Epileptoid crises, i.e., epilepsy-like crises, are basically found for each so-called disease a little differently, in all diseases. In this case, tonic-clonic seizures do not occur, as in the case of motor conflicts. Still, each biological conflict type and disease type also has its particular type of epileptoid crisis. Suppose already the healing phase, in general, was not relatively harmless in some diseases. In that case, it can even end mortally here if one is not careful.
With the epileptic crisis, Mother Nature has created a highly effective instrument with straightforward means. The epileptic crisis represents a powerful but short-term conflict activity, i.e., in this crisis, the patient experiences his entire conflict process again in fast motion. Hence, the intense angina pectoris pains during a heart attack. We had not known that this angina pectoris in the epileptic crisis had its biological sense, which is all-important for survival. Because the “proper course” of the epileptic crisis, here of the heart attack, decides on the “proper edema expulsion” and, thus, survival. In Germanische Heilkunde®, we, therefore, give cortisone only if necessary.
Thus, the epileptoid crisis often confronts us with even greater clinical tasks: e.g., lysis in pneumonia, myocardial infarction after a territorial conflict, right heart infarction with pulmonary embolism, or absence after separation conflict, also diabetes, or hypoglycemia. The EC is the moment of truth! The most dangerous point is right at the end of the crisis when it becomes clear whether the epileptoid crisis was sufficient to turn the wheel. But always, the patient shall know: The vast majority manage to survive.
During the 2nd half of the healing phase – with the onset of the epileptoid crisis – harmless cerebral connective tissue, so-called glia, is stored within the brain to repair the Hamer Focus. This Hamer Focus, i.e., a more or less large white spot or area in the CT then represents the end of healing when there is no more intra- and perifocal edema.

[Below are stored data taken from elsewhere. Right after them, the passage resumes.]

impl<R: Read> PlateStream<R> {
    /// Start reading: detects the layout from the first part of the input.
    /// `stem` names unnamed plates (usually the file name without extension).
    /// An error here means the file cannot be read at all.
    pub fn open(reader: R, stem: &str, reading: &plate::Reading) -> Result<Self> {
        Self::open_with(reader, stem, reading, CHUNK_BYTES)
    }

    fn open_with(
        reader: R,
        stem: &str,
        reading: &plate::Reading,
        chunk_bytes: usize,
    ) -> Result<Self> {
        let mut s = PlateStream {
            chunk_bytes,
            reader,
            layout: InputLayout::Wide,
            stem: stem.to_string(),
            buf: Vec::with_capacity(CHUNK_BYTES * 2),
            buf_start: 0,
            buf_line: 1,
            eof: false,
            header: None,
            delimiter: Delimiter::Comma,
            current: None,
            names: HashSet::new(),
            unnamed: 0,
            ready: VecDeque::new(),
            last_plate_bytes: 0,
        };
        if s.probe_is_grid()? {
            s.layout = InputLayout::PlateGrid;
            return Ok(s);
        }
        let header_line = s.take_header(reading)?;
        if s.layout == InputLayout::Long {
            s.read_long(reading, header_line)?;
        }
        Ok(s)
    }

    /// Read the first chunk (BOM dropped) and say whether it holds a
    /// plate-grid heading.
    fn probe_is_grid(&mut self) -> Result<bool> {
        self.fill()?;
        if self.buf.starts_with(b"\xEF\xBB\xBF") {
            self.buf.drain(..3);
        }
        if self.buf.iter().all(|b| b.is_ascii_whitespace()) && self.eof {
            return Err(Error::Empty);
        }
        while !self.eof && self.buf.len() < CHUNK_BYTES {
            self.fill()?;
        }
        let probe_end = self.buf.len().min(CHUNK_BYTES);
        Ok(fields::lines(&self.buf[..probe_end]).any(|(_, l)| plate::heading(l).is_some()))
    }

    /// Drop the lines without content before the header.
    fn skip_to_header(&mut self) -> Result<()> {
        loop {
            if let Some(end) = memchr::memchr(b'\n', &self.buf) {
                let line = &self.buf[..end];
                let line = line.strip_suffix(b"\r").unwrap_or(line);
                let d = Delimiter::detect(line);
                if fields::is_skippable(line, d.byte()) {
                    self.buf.drain(..=end);
                    self.buf_line += 1;
                    continue;
                }
                return Ok(());
            }
            if self.eof {
                return Ok(());
            }
            self.fill()?;
        }
    }

    /// Wide or long: the first line with content is the header. Classify
    /// it with the spectra parser on the header and the next line, keep
    /// it, and return its line number.
    fn take_header(&mut self, reading: &plate::Reading) -> Result<usize> {
        self.skip_to_header()?;
        let end = memchr::memchr(b'\n', &self.buf).unwrap_or(self.buf.len());
        let header = self.buf[..end]
            .strip_suffix(b"\r")
            .unwrap_or(&self.buf[..end])
            .to_vec();
        let header_line = self.buf_line;
        let probe_len = memchr::memchr(b'\n', &self.buf[(end + 1).min(self.buf.len())..])
            .map(|i| end + 1 + i)
            .unwrap_or(self.buf.len());
        let layout = match spectra::read(&self.buf[..probe_len], reading.read_options()) {
            Ok(f) => f.layout,
            Err(e) => {
                let e = shift_lines(e, header_line - 1);
                if e.to_string().contains("only line") {
                    return Err(Error::structure(
                        header_line,
                        "the header is the only line: expected well spectra after it, or plate-grid blocks with `wavelength_nm=` headings",
                    ));
                }
                return Err(Error::Invalid(format!(
                    "{e} (or, for the plate-grid layout, blocks headed by a line with `wavelength_nm=<nm>`)"
                )));
            }
        };
        self.delimiter = Delimiter::detect(&header);
        self.buf.drain(..(end + 1).min(self.buf.len()));
        self.buf_line += 1;
        self.header = Some(Arc::new(header));
        self.layout = match layout {
            Layout::Wide => InputLayout::Wide,
            _ => InputLayout::Long,
        };
        Ok(header_line)
    }

    /// The long layout is read whole (a sample's rows may be anywhere) and
    /// its plates queued.
    fn read_long(&mut self, reading: &plate::Reading, header_line: usize) -> Result<()> {
        while !self.eof {
            self.fill()?;
        }
        let mut text = Vec::with_capacity(self.buf.len() + 1024);
        text.extend(std::iter::repeat_n(b'\n', header_line - 1));
        text.extend_from_slice(self.header.as_deref().map_or(&[][..], |h| h.as_slice()));
        text.push(b'\n');
        text.append(&mut self.buf);
        let file = spectra::read(&text, reading.read_options())?;
        drop(text);
        for p in from_spectra(&self.stem, file, 0) {
            self.ready.push_back(RawPlate {
                name: p.name.clone(),
                first_line: header_line,
                kind: RawKind::Parsed(Box::new(p)),
            });
        }
        Ok(())
    }

    /// The reader, given back (to finish a checksum, say).
    pub fn into_inner(self) -> R {
        self.reader
    }

    /// The detected layout.
    pub fn layout(&self) -> InputLayout {
        self.layout
    }

    fn fill(&mut self) -> Result<()> {
        if self.eof {
            return Ok(());
        }
        let start = self.buf.len();
        let want = self.chunk_bytes;
        self.buf.resize(start + want, 0);
        let mut got = 0;
        while got < want {
            match self.reader.read(&mut self.buf[start + got..]) {
                Ok(0) => {
                    self.eof = true;
                    break;
                }
                Ok(k) => got += k,
                Err(e) if e.kind() == std::io::ErrorKind::Interrupted => {}
                Err(e) => {
                    self.buf.truncate(start + got);
                    return Err(Error::io("input", e));
                }
            }
        }
        self.buf.truncate(start + got);
        Ok(())
    }

    fn auto_name(&mut self) -> String {
        self.unnamed += 1;
        if self.unnamed == 1 {
            self.stem.clone()
        } else {
            format!("{}-{}", self.stem, self.unnamed)
        }
    }

    fn finish(&mut self) {
        if let Some(c) = self.current.take() {
            self.last_plate_bytes = c.text.len();
            let kind = match c.failed {
                Some(e) => RawKind::Failed(e),
                None => match self.layout {
                    InputLayout::PlateGrid => RawKind::Grid(c.text),
                    _ => RawKind::Wide {
                        header: self.header.clone().unwrap_or_default(),
                        rows: c.text,
                    },
                },
            };
            self.ready.push_back(RawPlate {
                name: c.name,
                first_line: c.first_line,
                kind,
            });
        }
    }

    fn start(&mut self, name: String, named: bool, line: usize) {
        self.finish();
        let failed = (!self.names.insert(name.clone())).then(|| {
            Error::structure(
                line,
                format!(
                    "plate '{name}' appears again after other plates: keep the text of one plate together (this part is skipped)"
                ),
            )
        });
        // Plates of one file are about the same size: reserve for one.
        let hint = self.last_plate_bytes + self.last_plate_bytes / 8;
        self.current = Some(Current {
            name,
            named,
            first_line: line,
            text: Vec::with_capacity(hint),
            seen: HashSet::new(),
            failed,
        });
    }

    /// Route one complete line (without its end) to the plate it belongs to.
    fn line(&mut self, line: &[u8], line_no: usize) {
        match self.layout {
            InputLayout::PlateGrid => self.grid_line(line, line_no),
            _ => self.wide_line(line, line_no),
        }
    }

    fn grid_line(&mut self, line: &[u8], line_no: usize) {
        if let Some(h) = plate::heading(line) {
            let bits = h.wavelength_nm.as_ref().ok().map(|w| w.to_bits());
            let new_plate = match (&self.current, &h.plate) {
                (None, _) => true,
                (Some(c), Some(name)) => !(c.named && &c.name == name),
                (Some(c), None) => bits.is_some_and(|b| c.seen.contains(&b)),
            };
            if new_plate {
                let (name, named) = match h.plate {
                    Some(n) => (n, true),
                    None => (self.auto_name(), false),
                };
                self.start(name, named, line_no);
            }
            if let (Some(c), Some(b)) = (&mut self.current, bits) {
                c.seen.insert(b);
            }
        }
        if let Some(c) = &mut self.current
            && c.failed.is_none()
        {
            c.text.extend_from_slice(line);
            c.text.push(b'\n');
        }
    }

    /// Route the complete lines of `buf` (plate-grid layout) in bulk: only
    /// lines holding `=` are looked at; the text between headings is copied
    /// to the current plate as it is. Returns the bytes consumed and the
    /// next line number.
    fn route_grid(&mut self, buf: &[u8], mut line_no: usize) -> (usize, usize) {
        let Some(last) = memchr::memrchr(b'\n', buf) else {
            return (0, line_no);
        };
        let end = last + 1;
        let mut pos = 0;
        let mut search = 0;
        while let Some(i) = memchr::memchr(b'=', &buf[search..end]) {
            let eq = search + i;
            let start = memchr::memrchr(b'\n', &buf[pos..eq]).map_or(pos, |j| pos + j + 1);
            let stop = eq + memchr::memchr(b'\n', &buf[eq..end]).unwrap_or(end - 1 - eq);
            search = stop + 1;
            let line = &buf[start..stop];
            let line = line.strip_suffix(b"\r").unwrap_or(line);
            if plate::heading(line).is_none() {
                continue;
            }
            self.append(&buf[pos..start]);
            line_no += memchr::memchr_iter(b'\n', &buf[pos..start]).count();
            self.grid_line(line, line_no);
            line_no += 1;
            pos = stop + 1;
            if !self.ready.is_empty() && pos > self.chunk_bytes / 4 {
                return (pos, line_no);
            }
        }
        self.append(&buf[pos..end]);
        line_no += memchr::memchr_iter(b'\n', &buf[pos..end]).count();
        (end, line_no)
    }

    /// Add text to the current plate (dropped before the first heading).
    fn append(&mut self, text: &[u8]) {
        if let Some(c) = &mut self.current
            && c.failed.is_none()
        {
            c.text.extend_from_slice(text);
        }
    }

    fn wide_line(&mut self, line: &[u8], line_no: usize) {
        let delim = self.delimiter.byte();
        if fields::is_skippable(line, delim) {
            if let Some(c) = &mut self.current
                && c.failed.is_none()
            {
                c.text.push(b'\n');
            }
            return;
        }
        let first = match memchr::memchr(b'"', line) {
            None => &line[..memchr::memchr(delim, line).unwrap_or(line.len())],
            Some(_) => {
                let mut f = Vec::new();
                fields::split(line, delim, &mut f);
                f[0]
            }
        };
        let id = fields::text(first);
        let (plate_name, well_text) = split_id(&id);
        let key = Well::parse(well_text).map_or_else(
            || {
                // Not a well: keep it distinct (it fails when parsed).
                use std::hash::{Hash, Hasher};
                let mut h = std::collections::hash_map::DefaultHasher::new();
                well_text.hash(&mut h);
                h.finish() | (1 << 63)
            },
            |w| w.index() as u64,
        );
        let new_plate = match (&self.current, plate_name) {
            (None, _) => true,
            (Some(c), Some(p)) => !(c.named && c.name == p),
            (Some(c), None) => c.named || c.seen.contains(&key),
        };
        if new_plate {
            let (name, named) = match plate_name {
                Some(p) => (p.to_string(), true),
                None => (self.auto_name(), false),
            };
            self.start(name, named, line_no);
        }
        if let Some(c) = &mut self.current {
            c.seen.insert(key);
            if c.failed.is_none() {
                c.text.extend_from_slice(line);
                c.text.push(b'\n');
            }
        }
    }

    /// The next plate, or `None` at the end of the input. An error is an
    /// I/O failure: the rest of the input cannot be read.
    pub fn next_plate(&mut self) -> Result<Option<RawPlate>> {
        loop {
            if let Some(p) = self.ready.pop_front() {
                return Ok(Some(p));
            }
            if self.layout == InputLayout::Long {
                return Ok(None);
            }
            // Route every complete line in the buffer, from `buf_start`.
            let mut consumed = self.buf_start;
            let mut line_no = self.buf_line;
            let buf = std::mem::take(&mut self.buf);
            if self.layout == InputLayout::PlateGrid {
                let (k, l) = self.route_grid(&buf[consumed..], line_no);
                consumed += k;
                line_no = l;
            }
            while self.layout != InputLayout::PlateGrid
                && let Some(i) = memchr::memchr(b'\n', &buf[consumed..])
            {
                let line = &buf[consumed..consumed + i];
                let line = line.strip_suffix(b"\r").unwrap_or(line);
                self.line(line, line_no);
                line_no += 1;
                consumed += i + 1;
                if !self.ready.is_empty() && consumed > self.chunk_bytes / 4 {
                    break;
                }
            }
            self.buf = buf;
            self.buf_start = consumed;
            self.buf_line = line_no;
            if !self.ready.is_empty() {
                continue;
            }
            // Everything before `buf_start` is used: drop it before reading on.
            self.buf.drain(..self.buf_start);
            self.buf_start = 0;
            if self.eof {
                if !self.buf.is_empty() {
                    let rest = std::mem::take(&mut self.buf);
                    let line = rest.strip_suffix(b"\r").unwrap_or(&rest);
                    self.line(line, line_no);
                    self.buf_line += 1;
                }
                self.finish();
                if self.ready.is_empty() {
                    return Ok(None);
                }
                continue;
            }
            self.fill()?;
        }
    }
}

If glia accumulations were found in the brain in the computer tomogram, which could also be easily stained with iodine contrast medium. The diagnosis was usually precise: “brain tumor”! However, brain tumors do not exist by definition because brain cells cannot divide after birth. Not even under conditions that have been misinterpreted as brain tumors so far – i.e., simply under no conditions at all. What can increase is harmless glia – the brain’s connective tissue – which has precisely the same function as our body’s connective tissue. These bright glia-dense Hamer Foci, which can be seen in the computer tomogram, repair the organism to the Hamer Foci, thus a reason for cheerfulness instead of fright or even brain surgery.